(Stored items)
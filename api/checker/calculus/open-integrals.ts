import type { Expr } from '../../../shared/maths/expression.ts';
import { lettersOf } from '../../../shared/maths/letters.ts';
import { sameExpr } from '../../../shared/maths/same.ts';
import { childrenOf, mapChildren } from '../../../shared/maths/walk.ts';
import { compareExpressions } from '../compare/compare-expressions.ts';
import type { Comparison } from '../compare/comparison.ts';
import type { CheckContext } from '../context.ts';
import { ballSign, magnitude } from '../numbers/ball.ts';
import { isKnown, subKnown, toBall } from '../values/arithmetic.ts';
import { evaluate } from '../values/evaluate.ts';
import { valueTex } from '../values/value-tex.ts';
import type { KnownValue } from '../values/value.ts';
import { withoutDefinition } from './antiderivative.ts';
import { addExprs, letterOf, mulExprs, subExprs } from './build.ts';
import { throughAntiderivative } from './definite.ts';
import { differentiate } from './differentiate.ts';
import { factorise, multiplied, termsIn } from './integrand.ts';
import { isEverywhere } from './needs.ts';
import { encloseIntegral, quadratureBits } from './quadrature.ts';
import { carriedOut, onlyLetter } from './reduce.ts';
import { substitute } from './substitute.ts';
import { Unsettled } from '../solving/unsettled.ts';
import { compareByUpperEnd } from './upper-end.ts';

type DefiniteExpr = Extract<Expr, { kind: 'integral' }> & { readonly from: Expr; readonly to: Expr };

/** Definite integrals that the checker's own table does not cover. */
export function openIntegrals(expr: Expr, context: CheckContext): DefiniteExpr[] {
  if (isDefinite(expr)) return context.reduceCalculus?.(expr, context) ? [] : [expr];
  const reduced = carriers.has(expr.kind) ? context.reduceCalculus?.(expr, context) : null;
  return (reduced ? [reduced] : childrenOf(expr)).flatMap((part) => openIntegrals(part, context));
}

/** Operators that may do away with an integral inside. */
const carriers: ReadonlySet<Expr['kind']> = new Set(['derivative', 'limit', 'evaluated']);

function isDefinite(expr: Expr): expr is DefiniteExpr {
  return expr.kind === 'integral' && expr.from !== null && expr.to !== null;
}

/**
 * Two lines with integrals that have no antiderivative in the table: through one that the other line shows in brackets,
 * by the laws of integrals alone, else by enclosing their values.
 */
export function compareOpenIntegrals(above: Expr, below: Expr, context: CheckContext): Comparison {
  const [a, b] = [withShown(above, below, context), withShown(below, above, context)];
  if (openIntegrals(a, context).length + openIntegrals(b, context).length === 0)
    return compareExpressions(a, b, context);
  const names = createNames(context);
  const [formalA, formalB] = [named(a, names, context), named(b, names, context)];
  // Where an integrand may have a pole, only the same integrals in both lines are as good as equal.
  const isAlike = formalA.ends.size === formalB.ends.size && [...formalA.ends].every((end) => formalB.ends.has(end));
  if ((formalA.isCertain && formalB.isCertain) || isAlike) {
    const found = compareExpressions(formalA.expr, formalB.expr, context);
    if (found.kind === 'equal')
      return formalA.isCertain && formalB.isCertain ? found : { ...found, reached: 'sampled' };
  }
  const enclosed = compareEnclosures(a, b, context);
  return (enclosed.kind === 'undecided' ? compareByUpperEnd(above, below, context) : null) ?? enclosed;
}

/** Puts in the value of an integral whose antiderivative the other line shows. */
function withShown(expr: Expr, other: Expr, context: CheckContext): Expr {
  const shown = bracketsIn(other);
  if (shown.length === 0) return expr;
  return replaceOpen(expr, context, (integral) => {
    for (const bracket of shown) {
      const value = throughShown(integral, bracket, context);
      if (value) return value;
    }
    return integral;
  });
}

function bracketsIn(expr: Expr): Extract<Expr, { kind: 'evaluated' }>[] {
  const inside = childrenOf(expr).flatMap(bracketsIn);
  return expr.kind === 'evaluated' ? [expr, ...inside] : inside;
}

function throughShown(
  integral: DefiniteExpr,
  bracket: Extract<Expr, { kind: 'evaluated' }>,
  context: CheckContext,
): Expr | null {
  const inner = withoutDefinition(context, integral.variable);
  const letter = bracket.variable ?? onlyLetter(bracket.operand, context);
  if (letter === null) return null;
  try {
    const primitive = substitute(carriedOut(bracket.operand, inner), letter, letterOf(integral.variable));
    const slope = differentiate(primitive, integral.variable, inner);
    if (compareExpressions(slope, integral.integrand, inner).kind !== 'equal') return null;
    return throughAntiderivative(primitive, integral, inner);
  } catch (cause) {
    if (cause instanceof Unsettled) return null;
    throw cause;
  }
}

function replaceOpen(expr: Expr, context: CheckContext, change: (integral: DefiniteExpr) => Expr): Expr {
  if (isDefinite(expr)) return context.reduceCalculus?.(expr, context) ? expr : change(expr);
  const reduced = carriers.has(expr.kind) ? context.reduceCalculus?.(expr, context) : null;
  if (reduced) return replaceOpen(reduced, context, change);
  return mapChildren(expr, (part) => replaceOpen(part, context, change));
}

interface Names {
  readonly integrandOf: (integrand: Expr, variable: string) => string;
  readonly endOf: (integrand: string, end: Expr) => Expr;
}

/** A letter for each antiderivative at each end: integrals become differences of these. */
function createNames(context: CheckContext): Names {
  const integrands: { readonly expr: Expr; readonly name: string }[] = [];
  const ends: { readonly of: string; readonly at: Expr; readonly letter: Expr }[] = [];
  const same = (a: Expr, b: Expr): boolean => sameExpr(a, b) || compareExpressions(a, b, context).kind === 'equal';
  return {
    integrandOf(integrand, variable) {
      const expr = substitute(integrand, variable, letterOf('z_{1}'));
      const found = integrands.find((known) => same(known.expr, expr));
      if (found) return found.name;
      const name = `F_{${integrands.length + 1}}`;
      integrands.push({ expr, name });
      return name;
    },
    endOf(of, at) {
      const found = ends.find((known) => known.of === of && same(known.at, at));
      if (found) return found.letter;
      const letter = letterOf(`F_{${of.slice(3, -1)},${ends.length + 1}}`);
      ends.push({ of, at, letter });
      return letter;
    },
  };
}

interface Formal {
  readonly expr: Expr;
  /** Whether every integral certainly has a value. */
  readonly isCertain: boolean;
  readonly ends: ReadonlySet<string>;
}

/** Integrals as differences of letters, by terms and without constant factors. */
function named(expr: Expr, names: Names, context: CheckContext): Formal {
  let isCertain = true;
  const ends = new Set<string>();
  const result = replaceOpen(expr, context, (integral) => {
    const inner = withoutDefinition(context, integral.variable);
    const integrand = carriedOut(integral.integrand, inner);
    if (!isEverywhere(integrand, integral.variable)) isCertain = false;
    const parts = termsIn(integrand, integral.variable).map((term) => {
      const { coef, factors } = factorise(term, integral.variable);
      const part = { ...integral, integrand: multiplied({ coef: mulExprs(), factors }) };
      const value = context.reduceCalculus?.(part, context);
      if (value) return mulExprs(coef, value);
      const name = names.integrandOf(part.integrand, integral.variable);
      const [upper, lower] = [names.endOf(name, integral.to), names.endOf(name, integral.from)];
      for (const letter of [upper, lower]) for (const used of lettersOf(letter)) ends.add(used);
      return mulExprs(coef, subExprs(upper, lower));
    });
    return addExprs(...parts);
  });
  return { expr: result, isCertain, ends };
}

/** Both lines in numbers: apart for certain, or equal to many digits. */
function compareEnclosures(above: Expr, below: Expr, context: CheckContext): Comparison {
  const [a, b] = [enclosedValue(above, context), enclosedValue(below, context)];
  if (!a || !b) return { kind: 'undecided', reason: 'not-covered' };
  const difference = toBall(subKnown(a, b, quadratureBits), quadratureBits);
  if (difference.im !== null) return { kind: 'undecided', reason: 'not-covered' };
  if (ballSign(difference.re) !== 0) {
    return {
      kind: 'different',
      witness: { at: new Map(), atTex: {}, above: valueTex(a, quadratureBits), below: valueTex(b, quadratureBits) },
    };
  }
  const isClose = magnitude(difference.re.mid) + difference.re.rad < 1n << BigInt(quadratureBits - agreeingBits);
  return isClose
    ? { kind: 'equal', reached: 'sampled', excluded: [], cancelled: [] }
    : { kind: 'undecided', reason: 'not-settled' };
}

const agreeingBits = 64;

function enclosedValue(expr: Expr, context: CheckContext): KnownValue | null {
  const point = new Map<string, KnownValue>();
  let isKnownThroughout = true;
  const replaced = replaceOpen(expr, context, (integral) => {
    const inner = withoutDefinition(context, integral.variable);
    const integrand = carriedOut(integral.integrand, inner);
    const isNumeric = lettersOf(integral).length === 0;
    const ball = isNumeric ? encloseIntegral(integrand, integral.variable, integral.from, integral.to, inner) : null;
    if (!ball) isKnownThroughout = false;
    const name = `F_{${point.size + 1}}`;
    if (ball) point.set(name, { kind: 'ball', re: ball, im: null });
    return letterOf(name);
  });
  if (!isKnownThroughout || lettersOf(replaced).some((name) => !point.has(name))) return null;
  const value = evaluate(replaced, point, quadratureBits, context);
  return isKnown(value) ? value : null;
}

What you need to do: Whenever a line of the data includes "undecided", copy that line.

Finished task:
  return (enclosed.kind === 'undecided' ? compareByUpperEnd(above, below, context) : null) ?? enclosed;
  if (!a || !b) return { kind: 'undecided', reason: 'not-covered' };
  if (difference.im !== null) return { kind: 'undecided', reason: 'not-covered' };
    : { kind: 'undecided', reason: 'not-settled' };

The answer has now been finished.